The creation of novel antimicrobial agents is currently at the forefront of modern healthcare due to a stark decrease in antimicrobial drug development in recent years and due to the increasing rise of “superbugs” that are resistant to more than one type of antimicrobial treatment, which are predicted by 2050 to cause 10 million deaths/year. Our research is focused on testing bacterial and fungal pathogens against methanolic and hexane extracts of various medicinal plants, such as Argemone mexicana. From previous work by our group, several antimicrobial compounds were isolated from the roots and leaves of A. mexicana, including berberine, chelerythrine and sanguinarine (work published in PLOS ONE in 2021). Since then, we have synthesized multiple rationally-designed variants of these original phytocompounds (fourteen berberine and four chelerythrine variants) and have tested these A. mexicana-inspired phytocompounds for altered antimicrobial activities. Interestingly, several of these variant compounds show increased antibacterial effects against gram-positive bacteria, yet reduced toxicity against the eukaryotic fungal cell lines tested. Moreover, based on an alkaline phosphatase (ALP) assay, it appears that the altered antimicrobial actions of some of these unique variants may be due a changes in the permeability of the cell envelope, resulting in the leakage of intracellular proteins. A manuscript is being prepared to publish these exciting findings in a peer-reviewed scientific journal. Our current work is focused on testing additional poorly-explored medicinal plants, as well as designing and synthesizing new variants of bioactive molecules in the hopes of discovering new and/or more effective drugs.

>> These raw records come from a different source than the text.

describe("the two editions of a heat's history", () => {
  let heatNo: string;
  let claimId: number;
  const names = () => all("select name, email from user").flatMap((u) => [u.name as string, u.email as string]);

  beforeAll(async () => {
    heatNo = heatWithDefects().heat_no;
    const res = await claims
      .post("/api/claims")
      .set("Origin", O())
      .send({
        claimNo: "CL-2026-0950",
        customer: "Invented Strip Works (demo)",
        productIds: ["TC-90001", "ZZ-OTHER-1"],
        receivedOn: "2026-11-30",
        defectComplained: "Slivers",
        quantityT: 12.5,
      });
    expect(res.status).toBe(201);
    claimId = res.body.id;
    // An internal note, a cause with its own note, and a review, so there is something internal to keep out.
    const d = one(
      "select d.id from defects d join slabs s on s.id = d.slab_id join heats h on h.id = s.heat_id where h.heat_no = ? and d.deleted_at is null order by d.found_at, d.id limit 1",
      heatNo,
    ).id as number;
    t.db.$client.prepare("update defects set note = 'internal: ask the day shift' where id = ?").run(d);
    const tagged = await process_
      .post(`/api/defects/${d}/causes`)
      .set("Origin", O())
      .send({ tags: ["sen-clogging"], confidence: "probable", note: "engineer's private guess" });
    expect(tagged.status).toBe(201);
  });

  it("when the internal edition is read, then it holds every part and its audit trail speaks in words: no ids, hashes, keys or JSON", async () => {
    const res = await claims.get(`/api/heats/${heatNo}/history`);
    expect(res.status).toBe(200);
    expect(res.body.edition).toEqual({
      kind: "internal",
      sections: ["chemistry", "conditions", "samples", "slabs", "defects", "photos", "dispositions", "causes", "investigations", "claims", "audit"],
      cover: null,
    });
    expect(res.body.audit.length).toBeGreaterThan(0);
    for (const a of res.body.audit) {
      expect(Object.keys(a).sort()).toEqual(["at", "by", "what"]);
      expect(a.what).not.toMatch(/[{}[\]"]|sha256|client_key|type_id|slab_id|_id\b/);
    }
    const first = res.body.defects[0];
    expect(res.body.audit.map((a: { what: string }) => a.what)).toContain(
      `Tagged ${first.type} on slab ${first.slabId} with the cause SEN clogging (probable)`,
    );
    // The internal edition still carries the notes, names and review states.
    expect(first.note).toBe("internal: ask the day shift");
    expect(first.reviewStatus).not.toBeNull();
  });

  it("when the customer edition is asked for a claim, then the cover names the claim and its coils of this heat, the default parts only, and nothing internal is in it", async () => {
    const res = await claims.get(`/api/heats/${heatNo}/history?edition=customer&claim=${claimId}`);
    expect(res.status).toBe(200);
    const h = res.body;
    expect(h.edition.kind).toBe("customer");
    expect(h.edition.sections).toEqual(["chemistry", "conditions", "slabs", "defects", "photos", "dispositions"]);
    expect(h.edition.cover).toEqual({
      claimNo: "CL-2026-0950",
      customer: "Invented Strip Works (demo)",
      receivedOn: "2026-11-30",
      defectComplained: "Slivers",
      quantityT: 12.5,
      products: ["TC-90001"],
      otherProducts: ["ZZ-OTHER-1"],
      slabs: [heatWithDefects().slab_id],
      preparedBy: one("select name from user where email like 'claims%' limit 1").name,
    });
    const live = n(
      "select count(*) from defects d join slabs s on s.id = d.slab_id join heats h on h.id = s.heat_id where h.heat_no = ? and d.deleted_at is null",
      heatNo,
    );
    expect(h.defects.map((d: { id: number }) => d.id)).toEqual(Array.from({ length: live }, (_, i) => i + 1));
    for (const d of h.defects) expect([d.loggedBy, d.note, d.reviewStatus, d.causes.length]).toEqual([null, null, null, 0]);
    expect([h.causes, h.investigations, h.claims, h.audit, h.samples]).toEqual([[], [], [], [], null]);
    expect(h.slabs.every((s: { disposition: string | null }) => s.disposition === null || typeof s.disposition === "string")).toBe(true);
    // Coils only the claim's own: the heat's other coils may have gone to other customers.
    expect(h.slabs.flatMap((s: { products: string[] }) => s.products)).toEqual(["TC-90001"]);
    // No person of the plant but the officer who prepared it; no internal note.
    const text = JSON.stringify({ ...h, edition: { ...h.edition, cover: { ...h.edition.cover, preparedBy: "" } } });
    for (const who of names()) expect(text, who).not.toContain(who);
    expect(text).not.toContain("ask the day shift");
    expect(text).not.toContain("private guess");
  });

  it("when the officer adds causes and the record of changes, then the causes are the live ones without notes or names, and the record keeps only the defects' entries and the claim's own, in words", async () => {
    const res = await claims.get(`/api/heats/${heatNo}/history?edition=customer&claim=${claimId}&sections=slabs,defects,causes,audit`);
    expect(res.status).toBe(200);
    const h = res.body;
    expect(h.edition.sections).toEqual(["slabs", "defects", "causes", "audit"]);
    expect([h.heat.chemistry, h.heat.conditions]).toEqual([[], []]);
    expect(h.causes.length).toBe(
      n(
        `select count(*) from defect_causes dc join defects d on d.id = dc.defect_id join slabs s on s.id = d.slab_id join heats h on h.id = s.heat_id
       where h.heat_no = ? and d.deleted_at is null and dc.removed_at is null`,
        heatNo,
      ),
    );
    for (const c of h.causes) expect([c.note, c.by, c.removedAt]).toEqual([null, null, null]);
    // On each defect by name, never the tag's code.
    expect(h.defects.flatMap((d: { causes: string[] }) => d.causes)).toContain("SEN clogging");
    expect(h.defects.flatMap((d: { causes: string[] }) => d.causes)).not.toContain("sen-clogging");
    expect(h.audit.length).toBeGreaterThan(0);
    for (const a of h.audit) {
      expect(a.by).toBeNull();
      // The defects' entries and the claim's own; never another claim's.
      expect(a.what).toMatch(/^(Logged|Changed|Reviewed|Added|Removed|Tagged|Deleted|Claim CL-2026-0950 )/);
    }
    expect(h.audit.map((a: { what: string }) => a.what)).toContain("Claim CL-2026-0950 recorded");
    const text = JSON.stringify(h);
    expect(text).not.toContain("private guess");
    expect(text).not.toMatch(/Claim CL-2026-0901|Investigation INV-/);
  });

  it("when the customer workbook is downloaded, then it is the cover, the summary and the chosen sheets, without a link into the application, a person's name or an internal column", async () => {
    const res = await download(claims, `/api/heats/${heatNo}/history.xlsx?edition=customer&claim=${claimId}`);
    expect(res.status).toBe(200);
    expect(res.headers["content-disposition"]).toMatch(
      new RegExp(`strandsight-heat-${heatNo}-history-claim-CL-2026-0950-customer-\\d{4}-\\d{2}-\\d{2}\\.xlsx`),
    );
    const wb = new ExcelJS.Workbook();
    await wb.xlsx.load(res.body as never);
    expect(wb.worksheets.map((w) => w.name)).toEqual(["Cover", "Summary", "Chemistry", "Casting conditions", "Slabs", "Defects"]);
    const cover = Object.fromEntries(
      wb
        .getWorksheet("Cover")!
        .getSheetValues()
        .slice(2)
        .map((r) => [(r as unknown[])[1], (r as unknown[])[2]]),
    );
    expect(cover).toMatchObject({
      Claim: "CL-2026-0950",
      Customer: "Invented Strip Works (demo)",
      "Coils and plates of this heat": "TC-90001",
      "Other coils and plates of the claim": "ZZ-OTHER-1 (not traced to this heat)",
      Edition: "For the customer",
    });
    expect(wb.getWorksheet("Defects")!.getRow(1).values).not.toEqual(expect.arrayContaining(["Logged by"]));
    const headers = (wb.getWorksheet("Defects")!.getRow(1).values as unknown[]).filter(Boolean);
    expect(headers).not.toContain("Note");
    expect(headers).not.toContain("Review");
    expect(headers[0]).toBe("No.");
    const people = names().filter((x) => x !== cover["Prepared by"]);
    wb.eachSheet((ws) =>
      ws.eachRow((row) =>
        row.eachCell((cell) => {
          expect(typeof cell.value === "object" && cell.value !== null && "hyperlink" in cell.value, `${ws.name} ${cell.address}`).toBe(false);
          const text = String(cell.text ?? "");
          expect(text).not.toContain(O());
          for (const who of people) expect(text, `${ws.name} ${cell.address}`).not.toContain(who);
        }),
      ),
    );
  });

  it("when the claim has no slab of the heat or a part is unknown, then 400 in words", async () => {
    const other = one(
      "select h.heat_no from heats h where not exists (select 1 from slabs s join claim_slabs cs on cs.slab_id = s.id where s.heat_id = h.id and cs.claim_id = ?) limit 1",
      claimId,
    ).heat_no as string;
    const res = await claims.get(`/api/heats/${other}/history?edition=customer&claim=${claimId}`);
    expect(res.status).toBe(400);
    expect(res.body.error).toMatchObject({
      code: "claim_not_on_heat",
      message: `Claim CL-2026-0950 has no slab of heat ${other}: link the slab to the claim first, or prepare the history without the claim.`,
    });
    const bad = await claims.get(`/api/heats/${heatNo}/history?edition=customer&sections=slabs,samples`);
    expect(bad.status).toBe(400);
    expect(JSON.stringify(bad.body.error)).toContain(
      "A part of the customer edition is one of: chemistry, conditions, slabs, defects, photos, dispositions, causes, investigations, audit.",
    );
  });

  it("when the officer e-mails the internal edition on purpose, then the workbook is the internal one and the mail says it is not for the customer", async () => {
    const res = await claims
      .post(`/api/claims/${claimId}/send-history`)
      .set("Origin", O())
      .send({ heatNo, to: ["quality-desk@example.test"], edition: "internal" });
    expect(res.status).toBe(202);
    await t.mailer.processDue();
    const sent = one("select * from email_outbox where id = ?", res.body.messageId);
    const got = one("select * from mail_received where message_id = ?", sent.message_id);
    expect(JSON.parse(got.attachments)[0].filename).toMatch(new RegExp(`^strandsight-heat-${heatNo}-history-internal-`));
    expect(got.text_body).toContain("This is the internal edition: it is not meant for the customer.");
    expect(res.body.claim.history.at(-1).detail).toBe(`Heat ${heatNo} history (internal edition) queued for e-mail to quality-desk@example.test`);
  });

  it("when an entry on the heat was logged and deleted, and a defect of it tagged from a list, then the internal trail says so in words and the customer's leaves the deleted entry out", async () => {
    const slab = heatWithDefects().slab_id;
    const logged = await inspector.post("/api/defects").set("Origin", O()).send({
      slab_id: slab,
      type_code: "DEP",
      face: "inner",
      position_along_mm: 1500,
      position_across_mm: 200,
      severity: 2,
      disposition: "grind",
      client_key: "history-deleted-0001",
      found_at: new Date().toISOString(),
    });
    expect(logged.status, JSON.stringify(logged.body)).toBe(201);
    expect((await inspector.delete(`/api/defects/${logged.body.id}`).set("Origin", O())).status).toBe(200);
    const live = one(
      "select d.id from defects d join slabs s on s.id = d.slab_id join heats h on h.id = s.heat_id where h.heat_no = ? and d.deleted_at is null order by d.id limit 1",
      heatNo,
    ).id as number;
    const bulk = await process_
      .post("/api/causes/bulk")
      .set("Origin", O())
      .send({ selection: { kind: "defects", ids: [live] }, tags: ["tundish-change"], confidence: "suspected" });
    expect(bulk.status).toBe(201);

    const internal = ((await claims.get(`/api/heats/${heatNo}/history`)).body.audit as { what: string }[]).map((a) => a.what);
    expect(internal).toContain(`Logged DEP on slab ${slab}, severity 2`);
    expect(internal).toContain(`Deleted the entry DEP on slab ${slab}`);
    // A tagging from a list of defects names no heat it did not come from.
    expect(internal).toContain("Tagged 1 defect chosen on a list at once with Tundish change (suspected): 1 tagging written");

    const customer = await claims.get(`/api/heats/${heatNo}/history?edition=customer&claim=${claimId}&sections=slabs,defects,causes,audit`);
    const said = (customer.body.audit as { what: string }[]).map((a) => a.what);
    expect(said.length).toBeGreaterThan(0);
    expect(said.filter((w) => w.startsWith("Deleted the entry"))).toEqual([]);
    const loggedThere = (ws: string[]) => ws.filter((w) => w === `Logged DEP on slab ${slab}, severity 2`).length;
    expect(loggedThere(said)).toBe(loggedThere(internal) - 1);
  });
});
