function checkTarget(sqlite: Database.Database, target: { kind: "type" | "category"; code: string } | null) {
  if (target === null) return;
  if (targetName(sqlite, target.kind, target.code) === null) {
    throw badRequest(said(target.kind === "type" ? "windows.noType" : "windows.noCategory", { code: target.code }), { field: "target" }, "unknown_target");
  }
}

function nameTaken(sqlite: Database.Database, name: string, exceptId = 0) {
  if (sqlite.prepare("select 1 from operating_windows where retired_at is null and lower(name) = lower(?) and id <> ?").get(name, exceptId)) {
    throw conflict(said("windows.nameTaken", { name }), { field: "name" });
  }
}

type CreateInput = z.output<typeof createWindowSchema>;

function insertWindow(db: Db, who: { id: string | null; actor?: string }, input: CreateInput): number {
  const sqlite = db.$client;
  const familyId = familyIdOf(sqlite, input.familyCode);
  checkTarget(sqlite, input.target);
  const live = sqlite.prepare("select count(*) from operating_windows where retired_at is null").pluck().get() as number;
  if (live >= MAX_LIVE_WINDOWS)
    throw conflict(said("windows.tooMany", { n: MAX_LIVE_WINDOWS }), {
      limit: MAX_LIVE_WINDOWS,
    });
  nameTaken(sqlite, input.name);
  const now = Date.now();
  const byName = who.id ? ((sqlite.prepare("select name from user where id = ?").pluck().get(who.id) as string | undefined) ?? null) : null;
  const id = Number(
    sqlite
      .prepare(
        `insert into operating_windows (name, family_id, target_kind, target_code, conditions, note, created_by, created_by_name, created_at, updated_at)
         values (?, ?, ?, ?, ?, ?, ?, ?, ?, ?)`,
      )
      .run(
        input.name,
        familyId,
        input.target?.kind ?? null,
        input.target?.code.toUpperCase() ?? null,
        JSON.stringify(input.conditions),
        input.note ?? null,
        who.id,
        byName,
        now,
        now,
      ).lastInsertRowid,
  );
  recordAudit(db, { userId: who.id, actor: who.actor ?? null, action: "operating_window.create", entity: "operating_window", entityId: id, after: input });
  return id;
}

export function createWindow(db: Db, user: Actor, input: CreateInput): Promise<OperatingWindow> {
  const id = db.transaction(() => insertWindow(db, { id: user.id }, input));
  return getWindow(db, id);
}

export function updateWindow(db: Db, user: Actor, id: number, input: z.output<typeof updateWindowSchema>): Promise<OperatingWindow> {
  const sqlite = db.$client;
  db.transaction(() => {
    const before = sqlite.prepare("select * from operating_windows where id = ?").get(id) as Row | undefined;
    if (!before) throw notFound(said("windows.noRule"));
    if (before.retired_at != null) throw conflict(said("windows.retired"));
    const sets: string[] = [];
    const args: unknown[] = [];
    if (input.name !== undefined) {
      nameTaken(sqlite, input.name, id);
      sets.push("name = ?");
      args.push(input.name);
    }
    if (input.familyCode !== undefined) (sets.push("family_id = ?"), args.push(familyIdOf(sqlite, input.familyCode)));
    if (input.target !== undefined) {
      checkTarget(sqlite, input.target);
      sets.push("target_kind = ?", "target_code = ?");
      args.push(input.target?.kind ?? null, input.target?.code.toUpperCase() ?? null);
    }
    if (input.conditions !== undefined) (sets.push("conditions = ?"), args.push(JSON.stringify(input.conditions)));
    if (input.note !== undefined) (sets.push("note = ?"), args.push(input.note));
    // Strictly later than before, so a record kept for the old rule is never read for the new one.
    sets.push("updated_at = ?");
    args.push(Math.max(Date.now(), before.updated_at + 1), id);
    sqlite.prepare(`update operating_windows set ${sets.join(", ")} where id = ?`).run(...args);
    recordAudit(db, {
      userId: user.id,
      action: "operating_window.update",
      entity: "operating_window",
      entityId: id,
      before: {
        name: before.name,
        familyId: before.family_id,
        targetKind: before.target_kind,
        targetCode: before.target_code,
        conditions: parseConditions(before.conditions),
        note: before.note,
      },
      after: input,
    });
  });
  return getWindow(db, id);
}
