import { useRef, useState } from "react";
import { Link } from "react-router";
import { IMPORT_KINDS, IMPORT_LIMITS, IMPORT_MAX_BYTES, type ImportKind } from "@shared/api/imports";
import { Button } from "@/components/ui/button";
import { Card } from "@/components/ui/card";
import { Notice } from "@/components/ui/notice";
import { ProgressBar } from "@/components/ui/progress";
import type { UploadProgress } from "@/lib/api-client";
import { bytes, plural } from "@/lib/format";
import { templateUrl, useImportFile, type ImportOutcome } from "../api/imports.queries";
import { ImportColumns } from "./import-columns";
import { ImportCounts, ImportErrors } from "./import-preview";

const KINDS: Record<ImportKind, { label: string; text: string; one: string; many: string }> = {
  heats: { label: "Heats", text: "One row per heat: caster, grade, cast start, casting conditions and chemistry.", one: "heat", many: "heats" },
  slabs: { label: "Slabs", text: "One row per slab of heats already on record: strand, piece, dimensions, optional own values.", one: "slab", many: "slabs" },
  "process-samples": {
    label: "Process samples",
    text: "The level-2 samples per strand over time: speed, temperatures, brake, SEN, argon, mold level.",
    one: "sample",
    many: "samples",
  },
  products: {
    label: "Coils and plates",
    text: "The rolling mill's trace: each coil or plate id with the slab it was rolled from.",
    one: "coil or plate",
    many: "coils and plates",
  },
};

type Sending = { dryRun: boolean; progress: UploadProgress | null; controller: AbortController };

/**
 * Pick a kind and a file; the file is checked at once (a dry run that writes nothing), the problems
 * are listed by row and column, and only a clean file can be imported — all rows or none.
 */
export function ImportPanel({ onImported }: { onImported?: () => void }) {
  const [kind, setKind] = useState<ImportKind>("heats");
  const [file, setFile] = useState<File | null>(null);
  const [check, setCheck] = useState<ImportOutcome | null>(null);
  const [final, setFinal] = useState<ImportOutcome | null>(null);
  const [error, setError] = useState<string | null>(null);
  const [sending, setSending] = useState<Sending | null>(null);
  const inputRef = useRef<HTMLInputElement>(null);
  const send = useImportFile({ onImported: () => onImported?.() });

  const reset = () => {
    setCheck(null);
    setFinal(null);
    setError(null);
  };

  const run = async (f: File, k: ImportKind, dryRun: boolean) => {
    const controller = new AbortController();
    setError(null);
    if (!dryRun) setFinal(null);
    setSending({ dryRun, progress: null, controller });
    try {
      const outcome = await send.mutateAsync({
        kind: k,
        file: f,
        dryRun,
        signal: controller.signal,
        onProgress: (progress) => setSending((s) => (s && s.controller === controller ? { ...s, progress } : s)),
      });
      if (outcome.status === "checked") setCheck(outcome);
      else setFinal(outcome);
    } catch (err) {
      if ((err as Error).name !== "AbortError") setError((err as Error).message);
    } finally {
      setSending((s) => (s?.controller === controller ? null : s));
    }
  };

  const pick = (f: File | null) => {
    reset();
    setFile(f);
    if (!f) return;
    if (f.size > IMPORT_MAX_BYTES) {
      setError(`${f.name} is ${bytes(f.size)}; the limit is ${bytes(IMPORT_MAX_BYTES)}. Split the file into smaller ones.`);
      return;
    }
    void run(f, kind, true);
  };

  const checked = check?.status === "checked" ? check.result : null;
  const canImport = Boolean(file && checked?.valid && !sending && final?.status !== "imported");

  return (
    <div className="space-y-5">
      <Card title="1 · What does the file hold?">
        <div role="radiogroup" aria-label="Kind of file" className="grid gap-3 md:grid-cols-3">
          {IMPORT_KINDS.map((k) => (
            <label
              key={k}
              className={`flex min-h-14 cursor-pointer gap-3 rounded-md border-2 p-3 ${k === kind ? "border-strand-700 bg-strand-50" : "border-ink-200 bg-white hover:border-ink-300"}`}
            >
              <input
                type="radio"
                name="import-kind"
                value={k}
                checked={k === kind}
                disabled={Boolean(sending)}
                onChange={() => {
                  setKind(k);
                  reset();
                  setFile(null);
                  if (inputRef.current) inputRef.current.value = "";
                }}
                className="mt-1 h-5 w-5 accent-strand-700"
              />
              <span>
                <span className="block font-semibold">{KINDS[k].label}</span>
                <span className="block text-xs text-ink-600">{KINDS[k].text}</span>
              </span>
            </label>
          ))}
        </div>
      </Card>

      <div className="grid gap-5 xl:grid-cols-[minmax(0,3fr)_minmax(0,2fr)]">
        <div className="space-y-5">
          <Card title="2 · Pick the file">
            <div className="space-y-4">
              <div className="flex flex-col gap-1">
                <label htmlFor="import-file" className="text-sm font-semibold text-ink-800">
                  Workbook (.xlsx) or CSV file of {KINDS[kind].label.toLowerCase()}
                </label>
                <input
                  id="import-file"
                  ref={inputRef}
                  type="file"
                  accept=".xlsx,.csv,application/vnd.openxmlformats-officedocument.spreadsheetml.sheet,text/csv"
                  disabled={Boolean(sending)}
                  onChange={(e) => {
                    const f = e.target.files?.[0] ?? null;
                    pick(f);
                    // Picking the same (fixed) file again must fire again.
                    e.target.value = "";
                  }}
                  className="block w-full min-h-12 rounded-md border border-ink-300 bg-white text-sm file:mr-3 file:min-h-12 file:cursor-pointer file:border-0 file:bg-ink-800 file:px-4 file:font-semibold file:text-white"
                />
                <p className="text-xs text-ink-600">
                  Up to {bytes(IMPORT_MAX_BYTES)} and {IMPORT_LIMITS.rows.toLocaleString("en-GB")} rows. The first row holds the column headers (see the list of
                  columns). The file is checked as soon as you pick it; nothing is written until you confirm.
                </p>
              </div>
              {file ? (
                <p className="text-sm" data-testid="import-file-name">
                  File: <span className="font-semibold">{file.name}</span> ({bytes(file.size)})
                </p>
              ) : null}
              {sending ? (
                <div className="space-y-2" data-testid="import-progress">
                  <ProgressBar
                    label={
                      sending.progress?.sent
                        ? sending.dryRun
                          ? "Checking the rows on the server"
                          : "Importing the rows"
                        : `Uploading ${file?.name ?? "the file"}`
                    }
                    value={sending.progress?.sent ? null : (sending.progress?.fraction ?? 0)}
                    detail={sending.progress && !sending.progress.sent ? `${bytes(sending.progress.loaded)} of ${bytes(sending.progress.total)}` : "one moment"}
                  />
                  <Button variant="ghost" onClick={() => sending.controller.abort()}>
                    Cancel
                  </Button>
                </div>
              ) : null}
              {error ? <Notice tone="error">{error}</Notice> : null}
            </div>
          </Card>

          {checked ? (
            <Card title={`3 · Check of ${checked.fileName ?? "the file"}`}>
              <div className="space-y-4" data-testid="import-check">
                <ImportCounts result={checked} real={false} />
                {checked.valid ? (
                  <Notice tone="ok" title="Ready">
                    Every row is valid. Importing writes all {plural(checked.rows, "row")} in one step, or none if anything fails.
                  </Notice>
                ) : (
                  <ImportErrors result={checked} />
                )}
                {final?.status === "imported" ? (
                  <p className="text-sm font-semibold text-ok-700">✓ This file has been imported (see the result below). Pick another file to import more.</p>
                ) : (
                  <div className="flex flex-wrap items-center gap-3">
                    <Button size="lg" disabled={!canImport} onClick={() => file && void run(file, kind, false)}>
                      Import {plural(checked.rows, "row")}
                    </Button>
                    {!checked.valid ? <span className="text-sm text-ink-700">Fix the file, save it and pick it again to check it once more.</span> : null}
                    {file && !sending ? (
                      <Button variant="ghost" onClick={() => void run(file, kind, true)}>
                        Check again
                      </Button>
                    ) : null}
                  </div>
                )}
              </div>
            </Card>
          ) : null}

          {final ? (
            <Card title="4 · Result">
              <div className="space-y-4" data-testid="import-result">
                {final.status === "imported" ? (
                  <>
                    <Notice tone="ok" title="Imported">
                      {final.result.fileName ?? "The file"}: {plural(final.result.counts.created, KINDS[kind].one, KINDS[kind].many)} created,{" "}
                      {final.result.counts.updated} updated, {final.result.counts.unchanged} unchanged; conditions of{" "}
                      {plural(final.result.slabsResolved, "slab")} recomputed.
                    </Notice>
                    <ImportCounts result={final.result} real />
                    {kind === "heats" || kind === "slabs" ? (
                      <Link to="/heats" className="inline-flex min-h-11 items-center font-semibold text-strand-700 underline">
                        Go to the heats list
                      </Link>
                    ) : null}
                  </>
                ) : (
                  <>
                    <Notice tone="error" title="Not imported">
                      The server found problems in the file, so nothing was written.
                    </Notice>
                    <ImportErrors result={final.result} />
                  </>
                )}
              </div>
            </Card>
          ) : null}
        </div>

        <Card title={`Columns of a ${KINDS[kind].label.toLowerCase()} file`}>
          <div className="space-y-3">
            <a
              href={templateUrl(kind)}
              download
              className="inline-flex min-h-12 items-center gap-2 rounded-md border border-ink-300 bg-white px-4 text-sm font-semibold text-ink-900 hover:bg-ink-50"
              data-testid="template-link"
            >
              <span aria-hidden>⤓</span> Download the {KINDS[kind].label.toLowerCase()} template (.xlsx)
            </a>
            <p className="text-xs text-ink-600">
              Headers match whatever their case; the unit is part of the name. The template's second sheet describes each column. Importing a row again updates
              it.
            </p>
            <div className="max-h-[40rem] overflow-y-auto rounded-md border border-ink-100 px-3">
              <ImportColumns kind={kind} />
            </div>
          </div>
        </Card>
      </div>
    </div>
  );
}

Bothrops atrox, a snake species endemic to South America, is often associated with traditional medicinal practices due to its therapeutic potential against various diseases. Recent studies have identified the presence of unique peptides, enzymes, and proteins in B. atrox venom, suggesting their roles in inhibiting the growth of specific bacteria and showing cytotoxic effects against certain mammalian cell lines. Notably, venom peptides like Batroxin I and enzymes such as L-amino acid oxidases (LAAOs) and metalloproteinases exhibit substantial bioactive properties. This research project aims to explore the antimicrobial prowess of B. atrox venom by screening venom extracts of various polarities against twelve distinct microorganisms. The underlying objective is to isolate and characterize the therapeutic compounds responsible for these activities. This work is currently ongoing and funded by a Valpo CWR Undergraduate Research Grant awarded to Daryush Mansuri for the 2023-2024 academic year. By delineating the antimicrobial attributes of specific compounds in B. atrox venom, this research contributes to the broader understanding of its medicinal viability and sets the stage for potential drug development targeting antibiotic-resistant pathogens.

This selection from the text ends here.